Crônica
Meu amigo Marcos
O generoso e divertido companheiro de crônicas
Conheci Marcos Rey há mais de vinte anos, quando sonhava tornar-me
escritor. Certa vez confessei esse desejo à atriz Célia Helena, que
deixou sua marca no teatro paulista. Tempos depois, ela me convidou para
tentar adaptar um livro para teatro. Era O Rapto do Garoto de Ouro, de
Marcos. Passei noites me torturando sobre as teclas. Célia marcou um
encontro entre mim e ele, pois a montagem dependia da aprovação do
autor. Quando adolescente, eu ficara fascinado com Memórias de um
Gigolô, seu livro mais conhecido. Nunca tinha visto um escritor de
perto. Imaginava uma figura pomposa, em cima de um pedestal. Meu coração
quase saiu pela boca quando apertei a campainha. Fui recebido por
Palma, sua mulher. Um homem gordinho e simpático entrou na sala. Na
época, já sofria de uma doença que lhe dificultava o movimento das mãos e
dos pés. Cumprimentou-me. Sorriu. Estava tão nervoso que nem consegui
dizer “boa-tarde”. Gaguejei. Mas ele me tratou com o respeito que se
dedica a um colega. Propôs mudanças no texto. Orientou-me.
Principalmente, acreditou em mim. A peça permaneceu em cartaz dois anos.
Muito do que sou hoje devo ao carinho com que me recebeu naquele dia.
Continuei a vê-lo esporadicamente. Era alegre, divertido. Todo
sábado, de manhã, ia tomar cerveja e uísque com outros escritores na
Livraria Cultura, no Conjunto Nacional. Às vezes nos telefonávamos para
falar da vida. Escritores costumam ser competitivos e ciumentos. Buscam
defeitos nas obras alheias, como mulheres vaidosas, comparando vestidos
umas das outras. Marcos, não. Conheci muitos autores beneficiados por
suas opiniões. Era generoso. Quando deu uma entrevista no programa de Jô
Soares, a escritora Fanny Abramovich lhe telefonou. Elogiou seu suéter,
de uma bonita cor cinza. Marcos mandou-o de presente para ela.
Sempre me senti orgulhoso por ser seu companheiro aqui na última
página de Veja São Paulo. Quando começamos as crônicas, fui visitá-lo.
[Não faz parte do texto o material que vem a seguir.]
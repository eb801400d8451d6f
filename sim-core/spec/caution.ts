import { z } from 'zod';

export const cautionCodes = [
  'front-speed-outside-published',
  'cell-too-coarse',
  'no-drought-record',
  'horizon-beyond-record',
  'interval-beyond-record',
  'few-droughts-in-record',
  'drier-than-record',
  'trend-assumed',
  'no-refuge',
] as const;

/** Where belief outruns data: in words for people, with the figures that they rest on for whoever prints or filters. */
export const cautionSchema = z.object({
  code: z.enum(cautionCodes),
  message: z.string(),
  figures: z.record(z.string(), z.number()),
});
export type Caution = z.infer<typeof cautionSchema>;

/** A caution on a comparison, with the outlooks that it is about; empty where it is about all. */
export const comparisonCautionSchema = cautionSchema.extend({ outlooks: z.array(z.string()) });
export type ComparisonCaution = z.infer<typeof comparisonCautionSchema>;
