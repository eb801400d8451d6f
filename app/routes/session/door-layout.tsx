import type { ReactNode } from 'react';
import { useDocumentTitle } from '#app/lib/use-document-title.ts';
import { HowItWorks } from './how-it-works.tsx';

/** Pages for people who are not signed in: the product at work on the left, one short form on the right. */
export function DoorLayout(props: {
  title: string;
  children: ReactNode;
  lead?: ReactNode;
  foot?: ReactNode;
}) {
  useDocumentTitle(props.title === 'Foothold' ? 'Sign in' : props.title);
  return (
    <div className="flex min-h-dvh flex-col lg:h-dvh lg:flex-row">
      <main
        id="main"
        tabIndex={-1}
        className="relative flex flex-col border-ink px-4 pt-8 pb-6 lg:order-last lg:w-[460px] lg:shrink-0 lg:overflow-y-auto lg:border-l lg:pt-11 lg:pr-14 lg:pl-11"
      >
        <h1 className="text-answer font-heavy tracking-[-.03em]">{props.title}</h1>
        {props.lead !== undefined && <div className="mt-1.5 text-title text-ink-2">{props.lead}</div>}
        {props.children}
        <p className="mt-auto pt-8 text-note text-ink-2">
          A simulation supports a decision; it is no permit, survey or engineering design. {props.foot}
        </p>
      </main>
      <HowItWorks />
    </div>
  );
}
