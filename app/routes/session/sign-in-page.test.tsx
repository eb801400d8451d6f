import { QueryClientProvider } from '@tanstack/react-query';
import { cleanup, fireEvent, render, screen, waitFor } from '@testing-library/react';
import { createMemoryRouter, RouterProvider } from 'react-router-dom';
import { afterEach, beforeEach, describe, expect, it, vi } from 'vitest';
import { createQueryClient } from '#app/lib/query-client.ts';
import { Page } from './sign-in-page.tsx';

// The picture runs the engine in a worker, which this environment has not.
vi.mock('./how-it-works.tsx', () => ({ HowItWorks: () => null }));

const account = { role: 'manager', email: 'ines@northmarsh.example', password: 'lowtide-demo' };
let sent: unknown[] = [];
let accepts = true;

beforeEach(() => {
  sent = [];
  accepts = true;
  let signedIn = false;
  vi.spyOn(globalThis, 'fetch').mockImplementation((url, init) => {
    if (url === '/api/demo-accounts') return Promise.resolve(Response.json({ accounts: [account] }));
    if (init?.method === 'POST') {
      sent.push(JSON.parse(init.body as string));
      signedIn = accepts;
    }
    if (init?.method === 'POST' && !accepts)
      return Promise.resolve(
        Response.json(
          {
            type: 'x',
            title: 'x',
            status: 401,
            detail: 'They do not belong together.',
            code: 'wrong-credentials',
          },
          { status: 401 },
        ),
      );
    const person = signedIn
      ? { id: '7b0f8a52-3a51-4d0c-9d9a-0d4a3a3b1c11', name: 'Ines', email: account.email }
      : null;
    return Promise.resolve(Response.json({ person, memberships: [], demo: true }));
  });
});
afterEach(() => {
  cleanup();
  vi.restoreAllMocks();
});

function open() {
  const router = createMemoryRouter(
    [
      { path: '/sign-in', Component: Page },
      { path: '/sites/4', element: <p>The site</p> },
    ],
    { initialEntries: ['/sign-in?to=%2Fsites%2F4'] },
  );
  render(
    <QueryClientProvider client={createQueryClient()}>
      <RouterProvider router={router} />
    </QueryClientProvider>,
  );
}
const press = (name: string | RegExp) => fireEvent.click(screen.getByRole('button', { name }));

describe('sign-in page', () => {
  it('fills in a demo account, signs in and goes where one wanted to go', async () => {
    open();
    await screen.findByText(account.email);
    press(/manager/);
    press('Sign in');
    expect(await screen.findByText('The site')).toBeTruthy();
    expect(sent).toEqual([{ email: account.email, password: account.password }]);
  });

  it('says at the field what is wrong, and sends nothing', async () => {
    open();
    fireEvent.change(screen.getByLabelText('E-mail'), { target: { value: 'nonsense' } });
    press('Sign in');
    expect(await screen.findByText(/Expected an e-mail address/)).toBeTruthy();
    expect(screen.getByText('Give your password')).toBeTruthy();
    expect(screen.getByLabelText('E-mail').getAttribute('aria-invalid')).toBe('true');
    expect(sent).toEqual([]);
  });

  it('keeps the form and shows the server’s words when refused', async () => {
    accepts = false;
    open();
    await screen.findByText(account.email);
    press(/manager/);
    press('Sign in');
    await waitFor(() => expect(screen.getByRole('alert').textContent).toBe('They do not belong together.'));
    expect(screen.getByLabelText<HTMLInputElement>('E-mail').value).toBe(account.email);
  });
});
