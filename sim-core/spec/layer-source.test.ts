import { expect, it } from 'vitest';
import { layerSourceSchema, mapRasters, rasterSources, type LayerSource } from './layer-source.ts';
import { fieldProblems } from './problems.ts';

const classes = { 1: 1, 2: 0.5 };
const curve = [
  [0.2, 0],
  [0.6, 1],
] as [number, number][];
const capacity: LayerSource = {
  product: [
    { file: 'habitat.tif', classes },
    { file: 'heights.tif', scale: 0.3048, curve },
  ],
};

const problems = (source: unknown) => {
  const { error } = layerSourceSchema.safeParse(source);
  return error ? fieldProblems(error) : [];
};

it('takes a source made of sources, and fills in what may be left out', () => {
  expect(layerSourceSchema.parse(capacity)).toEqual(capacity);
  const mound = { x: 1, y: 2, radius: 3 };
  expect(layerSourceSchema.parse({ highest: [capacity, { mounds: [mound] }] })).toEqual({
    highest: [capacity, { mounds: [{ ...mound, strength: 1, halo: 0 }] }],
  });
});

it.each<[string, unknown, string, RegExp]>([
  ['a share beyond 1', 1.5, '', /<=1/],
  ['no kind of source', { raster: 'a.tif' }, '', /one of `file`, `layer`, `product`/],
  ['a lone part', { product: [1] }, 'product', />=2/],
  ['a part that is wrong', { highest: [0, { file: 'a.tif', fill: 2 }] }, 'highest.1.fill', /<=1/],
  ['a curve that turns back', { file: 'a.tif', curve: [...curve, [0.6, 0]] }, 'curve.2.0', /0\.6 after 0\.6/],
  ['a curve of one point', { file: 'a.tif', curve: [[0, 1]] }, 'curve', />=2/],
  ['class table and curve', { file: 'a.tif', classes, curve }, 'curve', /one of the two/],
  ['an area without a shape', { areas: [{ area: { x: 1, y: 1 } }] }, 'areas.0.area.shape', /./],
])('says where a source is wrong: %s', (_, source, field, message) => {
  expect(problems(source)).toMatchObject([{ field, message: expect.stringMatching(message) as string }]);
});

it('refuses what stands in itself too deeply', () => {
  const nested = (depth: number): unknown => (depth === 0 ? 1 : { product: [1, nested(depth - 1)] });
  expect(problems(nested(3))).toEqual([]);
  expect(problems(nested(4))).toHaveLength(1);
});

it('lists the rasters of a source at their places, and puts others in their stead', () => {
  const source: LayerSource = { highest: [0.2, capacity, { file: 'c.tif' }, { areas: [] }] };
  expect(rasterSources(source).map(({ at, raster }) => [at, 'file' in raster && raster.file])).toEqual([
    ['.highest.1.product.0', 'habitat.tif'],
    ['.highest.1.product.1', 'heights.tif'],
    ['.highest.2', 'c.tif'],
  ]);
  const other = mapRasters(source, (raster) => ({ ...raster, fill: 0.5 }));
  expect(rasterSources(other).every(({ raster }) => raster.fill === 0.5)).toBe(true);
  expect(mapRasters(other, (raster) => ({ ...raster, fill: undefined }))).toEqual(source);
});
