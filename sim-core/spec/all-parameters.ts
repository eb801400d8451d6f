import { parameters, type Parameter, type RateName } from './parameters.ts';
import {
  fragmentParameters,
  grazerParameters,
  type FragmentRates,
  type GrazerRates,
} from './process-parameters.ts';

/** Name of any rate: of the plant itself or of a process. No two tables share a name. */
export type AnyRateName = RateName | keyof GrazerRates | keyof FragmentRates;

/** The rates of all tables in one, in the order in which they are told. */
export const allParameters: Readonly<Record<AnyRateName, Parameter>> = {
  ...parameters,
  ...grazerParameters,
  ...fragmentParameters,
};

export const anyRateNames = Object.keys(allParameters) as AnyRateName[];

/** The process that a rate belongs to; undefined for a rate of the plant itself. */
export function processOf(name: AnyRateName): 'grazers' | 'fragments' | undefined {
  if (name in grazerParameters) return 'grazers';
  return name in fragmentParameters ? 'fragments' : undefined;
}
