import type { Grid } from '#sim-core/grid/grid.ts';
import type { Ground } from '#sim-core/grid/ground.ts';
import { runSpecSchema, type Action, type RunSpec } from '#sim-core/spec/run-spec.ts';

/** A strip of invented marsh for the sign-in page: cells of 1 m, a place that is nowhere. */
export const pictureGrid: Grid = {
  width: 164,
  height: 384,
  cellSize: 1,
  originX: 0,
  originY: 384,
  epsg: 32631,
};
export const pictureYears = { survey: 2026, last: 2060, shown: [2026, 2034, 2042] as const };

interface Spot {
  column: number;
  row: number;
}

/** A fixed number in 0..1 for a place: the same picture on every visit. */
function lattice(x: number, y: number, salt: number): number {
  let h = Math.imul(x, 0x27d4eb2f) ^ Math.imul(y, 0x165667b1) ^ Math.imul(salt, 0x9e3779b1);
  h = Math.imul(h ^ (h >>> 15), 0x85ebca6b);
  h = Math.imul(h ^ (h >>> 13), 0xc2b2ae35);
  return ((h ^ (h >>> 16)) >>> 0) / 4294967296;
}

/** Smooth noise in 0..1 whose lumps are `size` cells across. */
function lumps(column: number, row: number, size: number, salt: number): number {
  const x = column / size;
  const y = row / size;
  const [x0, y0] = [Math.floor(x), Math.floor(y)];
  const ease = (t: number) => t * t * (3 - 2 * t);
  const [u, v] = [ease(x - x0), ease(y - y0)];
  const at = (i: number, j: number) => lattice(x0 + i, y0 + j, salt);
  return (at(0, 0) * (1 - u) + at(1, 0) * u) * (1 - v) + (at(0, 1) * (1 - u) + at(1, 1) * u) * v;
}

/** How well the drought was survived, 0..1. */
const survived = (column: number, row: number) =>
  0.62 * lumps(column, row, 74, 3) + 0.28 * lumps(column, row, 31, 5) + 0.1 * lumps(column, row, 9, 8);
const stands = (column: number, row: number) => survived(column, row) > 0.55;

/** One spot in each square of `spacing` cells, shifted, on ground that died. */
function scattered(spacing: number, salt: number): Spot[] {
  const spots: Spot[] = [];
  for (let j = 0; j * spacing < pictureGrid.height; j++)
    for (let i = 0; i * spacing < pictureGrid.width; i++) {
      const column = Math.floor((i + 0.15 + 0.7 * lattice(i, j, salt)) * spacing);
      const row = Math.floor((j + 0.15 + 0.7 * lattice(j, i, salt + 1)) * spacing);
      const inside = column > 5 && row > 16 && column < pictureGrid.width - 9 && row < pictureGrid.height - 5;
      if (inside && !stands(column, row)) spots.push({ column, row });
    }
  return spots;
}

const apart = (a: Spot, b: Spot) => Math.hypot(a.column - b.column, a.row - b.row);

/** Where plants outlived the drought on old mounds, and where people plan new ones. */
export const survivors = scattered(37, 11);
export const planned = scattered(33, 23).filter((p) => survivors.every((s) => apart(s, p) > 13));

/** The spot that lies nearest to a place. */
export const nearest = (spots: readonly Spot[], place: Spot): Spot =>
  spots.reduce((best, spot) => (apart(spot, place) < apart(best, place) ? spot : best));

/** The ground as surveyed in the first year: stands, bare mud, survivors on mounds. */
export function pictureGround(): Ground {
  const { width, height } = pictureGrid;
  const cells = width * height;
  const cover = new Float32Array(cells);
  const refuge = new Uint8Array(cells);
  const share = (column: number, row: number) => 0.72 + 0.28 * lumps(column, row, 17, 40);
  for (let row = 0; row < height; row++)
    for (let column = 0; column < width; column++)
      if (stands(column, row)) cover[row * width + column] = share(column, row);
  for (const survivor of survivors)
    for (let row = survivor.row - 2; row <= survivor.row + 2; row++)
      for (let column = survivor.column - 2; column <= survivor.column + 2; column++)
        if (apart(survivor, { column, row }) <= 2) {
          refuge[row * width + column] = 255;
          cover[row * width + column] = share(column, row);
        }
  return {
    capacity: new Uint8Array(cells).fill(255),
    vigour: new Uint8Array(cells).fill(255),
    exposure: new Uint8Array(cells),
    fence: new Uint8Array(cells),
    refuge,
    cover,
  };
}

/** Ordinary years, and two of drought that kill what has no shelter. */
function droughtIndex(): number[] {
  return Array.from({ length: pictureYears.last - pictureYears.survey }, (_, i) => {
    const year = pictureYears.survey + 1 + i;
    if (year === 2049 || year === 2050) return -3.9;
    return Math.round((2.4 * lattice(year, 1, 71) - 1.2) * 10) / 10;
  });
}

/** Mounds with plants on them, half of them a year later. */
function works(): Action[] {
  return planned.flatMap(({ column, row }, i): Action[] => {
    const year = pictureYears.survey + 1 + (i % 2);
    const x = pictureGrid.originX + column + 0.5;
    const y = pictureGrid.originY - row - 0.5;
    return [
      { kind: 'mound', year, x, y, radius: 2.5, strength: 1, halo: 0 },
      { kind: 'planting', year, area: { shape: 'disc', x, y, radius: 2.5 }, cover: 0.8 },
    ];
  });
}

/** The run behind the picture; its layers are the ground above. */
export function pictureSpec(): RunSpec {
  const { survey, shown } = pictureYears;
  return runSpecSchema.parse({
    version: 1,
    seed: 'sign-in',
    surveyYear: pictureYears.survey,
    years: pictureYears.last - pictureYears.survey,
    rates: { lateralSpread: 1.5 },
    droughtIndex: droughtIndex(),
    actions: works(),
    // Every year up to the last moment, so that the picture grows as the run proceeds.
    reportYears: Array.from({ length: shown[2] - survey + 1 }, (_, i) => survey + i),
    layers: { cover: 0 },
  });
}
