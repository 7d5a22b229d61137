"""The same bytes on lesser processors: one rounding of every operation, whatever the width of the vectors."""

import os
import platform
import subprocess
import sys
from pathlib import Path

import pytest
from truth.digests import coherent_digests

LESSER = {
    # numba compiles for the named processor: neither wide vectors nor fused operations.
    "no fused operations": {"NUMBA_CPU_NAME": "x86-64", "NUMBA_CPU_FEATURES": ""},
    # numpy takes its loops without AVX-512; numba's processor has none either.
    "no AVX-512": {
        "NUMBA_CPU_NAME": "x86-64-v3",
        "NUMBA_CPU_FEATURES": "",
        "NPY_DISABLE_CPU_FEATURES": "X86_V4 AVX512_ICL AVX512_SPR",
    },
}


def test_both_routes_give_the_same_digests():
    assert coherent_digests("small") == coherent_digests("compiled")


@pytest.mark.skipif(platform.machine() not in ("x86_64", "AMD64"), reason="names processors of one family")
@pytest.mark.parametrize("processor", LESSER)
def test_lesser_processors_give_the_same_bytes(processor):
    here = [f"{route} {name} {digest}" for route in ("small", "compiled")
            for name, digest in coherent_digests(route).items()]  # fmt: skip
    script = Path(__file__).with_name("digests.py")
    run = subprocess.run(
        [sys.executable, "-W", "ignore", str(script)],
        env=os.environ | LESSER[processor],
        capture_output=True,
        text=True,
        check=True,
    )
    assert run.stdout.splitlines() == here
Ele acabara de comprar um apartamento em Perdizes. Seus livros ficarão
na história da literatura. Mas, até poucos anos atrás, lutava com o
aluguel. Não costumávamos nos telefonar em aniversários ou datas
especiais. Mas, em janeiro último, ligou para desejar feliz Ano-Novo.
Chamou-me de colega. Emocionei-me:
— Tomara que você também tenha um ano maravilhoso.
Como é a vida, não?
Palma me contou que tudo aconteceu muito depressa. Hospitalização, operação. Os médicos foram francos. Ela o visitou na UTI.
— Marcos, não fique sofrendo. Pode partir em paz, meu amor.
Estava adormecido, mas ela tem uma certeza íntima de que ele entendeu.
Depois de 39 anos juntos, Palma tem o direito de ter certezas. Quando
alguém nos deixa, até as pessoas mais céticas sentem o desejo de
acreditar no desconhecido.
Pessoalmente, nunca tive dúvida de que existe algo mais, em algum lugar. Ainda bem.
Marcos, algum dia a gente se encontra por aí.